Exercise instructions
Beginning at the top of the material, repeat each line exactly, and stop once the line with "mean value of" has been written.
--
/// Settings the analysis needs (recorded in `manifest.json`, or given to
/// `plumbline report` as flags).
#[derive(Debug, Clone, PartialEq, serde::Serialize, serde::Deserialize)]
pub struct AnalysisSettings {
    pub reference: String,
    pub primary_metric: String,
    pub confidence: f64,
    pub interval: String,
    /// (flexible, parametric) method pairs whose data-size thresholds are
    /// reported, e.g. (isotonic, platt).
    #[serde(default)]
    pub pairs: Vec<(String, String)>,
    /// Equivalence margin as a share of the reference method's mean value of
    /// the compared metric at each task and size (the suite's
    /// `[decision] margin`; results written before it existed read as the
    /// default).
    #[serde(default = "default_margin")]
    pub margin: f64,
    /// Absolute equivalence margins by metric id, in the metric's units;
    /// they replace the relative margin for their metric.
    #[serde(default)]
    pub absolute_margins: BTreeMap<String, f64>,
    /// The method that passes the scores through unchanged (kind
    /// `identity`), when the suite has one: the decision asks whether
    /// calibrating pays against it.
    #[serde(default)]
    pub raw_method: Option<String>,
    /// Largest share of a method's draws at a calibration size (over the
    /// tasks) that may have fallen back to the base rate for the method to
    /// be recommended at that size (the suite's `[decision] max_fallback`).
    #[serde(default = "default_max_fallback")]
    pub max_fallback: f64,
    /// The suite's `[metric_settings] decision_threshold` when its metrics
    /// include one that uses it (`threshold_cost`, `net_benefit`), so the
    /// report can say at which threshold they were scored; absent (and not
    /// written) otherwise.
    #[serde(default, skip_serializing_if = "Option::is_none")]
    pub decision_threshold: Option<f64>,
    /// Methods whose map can predict a probability of exactly 0 or 1
    /// ([`crate::calibrate::MethodSpec::can_predict_zero_one`]): their
    /// log-loss intervals are marked approximate. Empty (and not written)
    /// when there are none, and in results written before the field existed.
    #[serde(default, skip_serializing_if = "Vec::is_empty")]
    pub zero_one_methods: Vec<String>,
}

/// The default relative equivalence margin: 1% of the reference's mean loss.
pub const DEFAULT_MARGIN: f64 = 0.01;

/// Below this many rows of the rarer class in the average calibration sample
/// a paired interval is flagged as approximate. In the coverage study
/// (`docs/statistics.md`, "Rare classes") the cells with 1.5–6 expected rows
/// of the rarer class fell below 93% coverage in about a quarter of cases,
/// against a few percent from 15 rows up; 10 is the events-per-variable rule
/// of thumb of logistic modelling (Peduzzi, Concato, Kemper, Holford &
/// Feinstein 1996, J. Clin. Epidemiol. 49), which sits between the two.
pub const RARE_CLASS_ROWS: f64 = 10.0;
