//! Tables quoted in the docs are the ones their committed outputs give: the
//! coverage tables of `docs/statistics.md` are regenerated from the committed
//! study output `docs/coverage/table.csv` by `scripts/coverage_markdown.py`,
//! and every line the script prints must appear in the document as printed.
//! A changed table without the doc (or the reverse) fails here.
//!
//! Needs `python3` (standard library only); `.ci/run` installs it when
//! missing.

use std::path::Path;
use std::process::Command;

#[test]
fn coverage_tables_in_the_statistics_doc_match_the_committed_study_output() {
    let root = Path::new(env!("CARGO_MANIFEST_DIR"));
    let out = Command::new("python3")
        .current_dir(root)
        .args(["scripts/coverage_markdown.py", "docs/coverage/table.csv"])
        .output()
        .expect("python3 is needed to regenerate the docs' coverage tables");
    assert!(
        out.status.success(),
        "{}",
        String::from_utf8_lossy(&out.stderr)
    );
    let generated = String::from_utf8(out.stdout).unwrap();
    let doc = std::fs::read_to_string(root.join("docs/statistics.md")).unwrap();
    let lines: Vec<&str> = generated.lines().filter(|l| !l.trim().is_empty()).collect();
    // The script prints a table per population plus the summaries: far more
    // than a handful of lines, so an empty output cannot pass.
    assert!(lines.len() > 100, "{} lines", lines.len());
    let missing: Vec<&&str> = lines.iter().filter(|l| !doc.contains(**l)).collect();
    assert!(
        missing.is_empty(),
        "docs/statistics.md does not quote these lines of `python3 scripts/coverage_markdown.py docs/coverage/table.csv` ({} of {}); paste the script's output into the doc:\n{}",
        missing.len(),
        lines.len(),
        missing.iter().take(10).map(|l| l.to_string()).collect::<Vec<_>>().join("\n")
    );
}
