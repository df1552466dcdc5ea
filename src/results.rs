//! The results folder: what a run, a shard and a merge write into it, and
//! what `report`, `merge` and `verify` read back.
//!
//! - [`Manifest`]: `manifest.json`, a typed record of the suite, the analysis
//!   settings, the tasks, the score pools and how the folder came about
//!   ([`MachineRecord`], the fields that depend on the machine); a shard's
//!   manifest adds a [`ShardRecord`]. [`Manifest::of_run`] builds it,
//!   [`Manifest::write`] and [`Manifest::read`] write and read it, and
//!   [`Recorded`] is the lenient view `report` takes of any folder's
//!   manifest, older ones included.
//! - [`write_results`]: the unit table, the timings and every published file.
//! - [`run_key`]: what a journal of a plan is written under, and
//!   [`fingerprint`].
//!
//! The manifest's keys are written sorted at every level (the published
//! form): it goes through `serde_json::Value`, whose maps are ordered by key,
//! so the order of the struct fields below is free.

use std::path::Path;
use std::time::{SystemTime, UNIX_EPOCH};

use anyhow::{Context, Result};
use serde::{Deserialize, Deserializer, Serialize};
use serde_json::Value;

use crate::analysis::{self, AnalysisSettings};
use crate::metrics::reliability;
use crate::report::{self, summary};
use crate::run::pools::PoolReport;
use crate::run::shard::ShardSpec;
use crate::run::{self, journal, output};
use crate::suite::Plan;

/// How the seeds are derived, as the manifest states it.
pub const SEED_RULE: &str =
    "unit seed = mix(suite seed, task id, size, repeat), SplitMix64 folding into ChaCha8";

/// How shards are cut, as a shard's manifest states it.
pub const COST_RULE: &str =
    "methods × (calibration size + test rows), greedy longest-processing-time";
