/// One panel's scales: the calibration size on a log scale across, the
/// difference to the reference (from `lo` to `hi`) up.
struct CurveScale {
    cx: f64,
    cy: f64,
    xmin: f64,
    xspan: f64,
    lo: f64,
    hi: f64,
}

impl CurveScale {
    fn x(&self, n: usize) -> f64 {
        self.cx + ((n as f64).ln() - self.xmin) / self.xspan * CurveGrid::PW
    }

    fn y(&self, v: f64) -> f64 {
        self.cy + (self.hi - v) / (self.hi - self.lo) * CurveGrid::PH
    }
}

/// Learning curves of one task: one panel per method against the reference.
pub fn learning_curves(
    a: &Analysis,
    task: &str,
    metric: MetricId,
    reference: &str,
) -> Option<String> {
    let sizes = a.sizes.get(task)?;
    let (xmin, xmax) = ((*sizes.first()? as f64).ln(), (*sizes.last()? as f64).ln());
    let xspan = if xmax > xmin { xmax - xmin } else { 1.0 };
    let panels = curve_series(a, task, metric, reference);
    if panels.is_empty() {
        return None;
    }
    let cols = 4usize.min(panels.len());
    let rows = panels.len().div_ceil(cols);
    // The canvas ends 10 px right of the rightmost panel or method name.
    let w = panels
        .iter()
        .enumerate()
        .map(|(k, (m, _))| {
            CurveGrid::left(k % cols) + CurveGrid::PW.max(10.0 + text_width(m, 12.0))
        })
        .fold(0.0f64, f64::max)
        + 10.0;
    let w = w.ceil();
    let better = if metric.higher_is_better() {
        "above"
    } else {
        "below"
    };
    let mut s = String::new();
    let last = write_heading(
        &mut s,
        &format!("{task}: mean {metric} of each method − {reference}"),
        &[format!("band: paired interval; {better} the zero line is better; dotted line: size from which the method is reliably better than {reference} at every larger size; each panel has its own vertical scale")],
        w,
    );
    let grid = CurveGrid {
        cols,
        top: last + 21.0,
        xmin,
        xspan,
    };
    let h = grid.top + rows as f64 * (CurveGrid::PH + CurveGrid::GAP_Y) + 10.0;
    s = open_svg(
        w,
        h,
        &format!("{task}: {metric} difference to {reference} by calibration size"),
    ) + &s;
    for (k, series) in panels.iter().enumerate() {
        s.push_str(&curve_panel(a, metric, sizes, series, &grid, k));
    }
    s.push_str(&format!(
        "<text x=\"{}\" y=\"{}\" text-anchor=\"middle\" fill=\"#444\">calibration-set size (log scale)</text>\n",
        f(w / 2.0),
        f(h - 4.0)
    ));
    s.push_str("</svg>\n");
    Some(s)
}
--
Completed task
/// Settings the analysis needs (recorded in `manifest.json`, or given to
/// `plumbline report` as flags).
#[derive(Debug, Clone, PartialEq, serde::Serialize, serde::Deserialize)]
pub struct AnalysisSettings {
    pub reference: String,
    pub primary_metric: String,
    pub confidence: f64,
    pub interval: String,
    /// (flexible, parametric) method pairs whose data-size thresholds are
    /// reported, e.g. (isotonic, platt).
    #[serde(default)]
    pub pairs: Vec<(String, String)>,
    /// Equivalence margin as a share of the reference method's mean value of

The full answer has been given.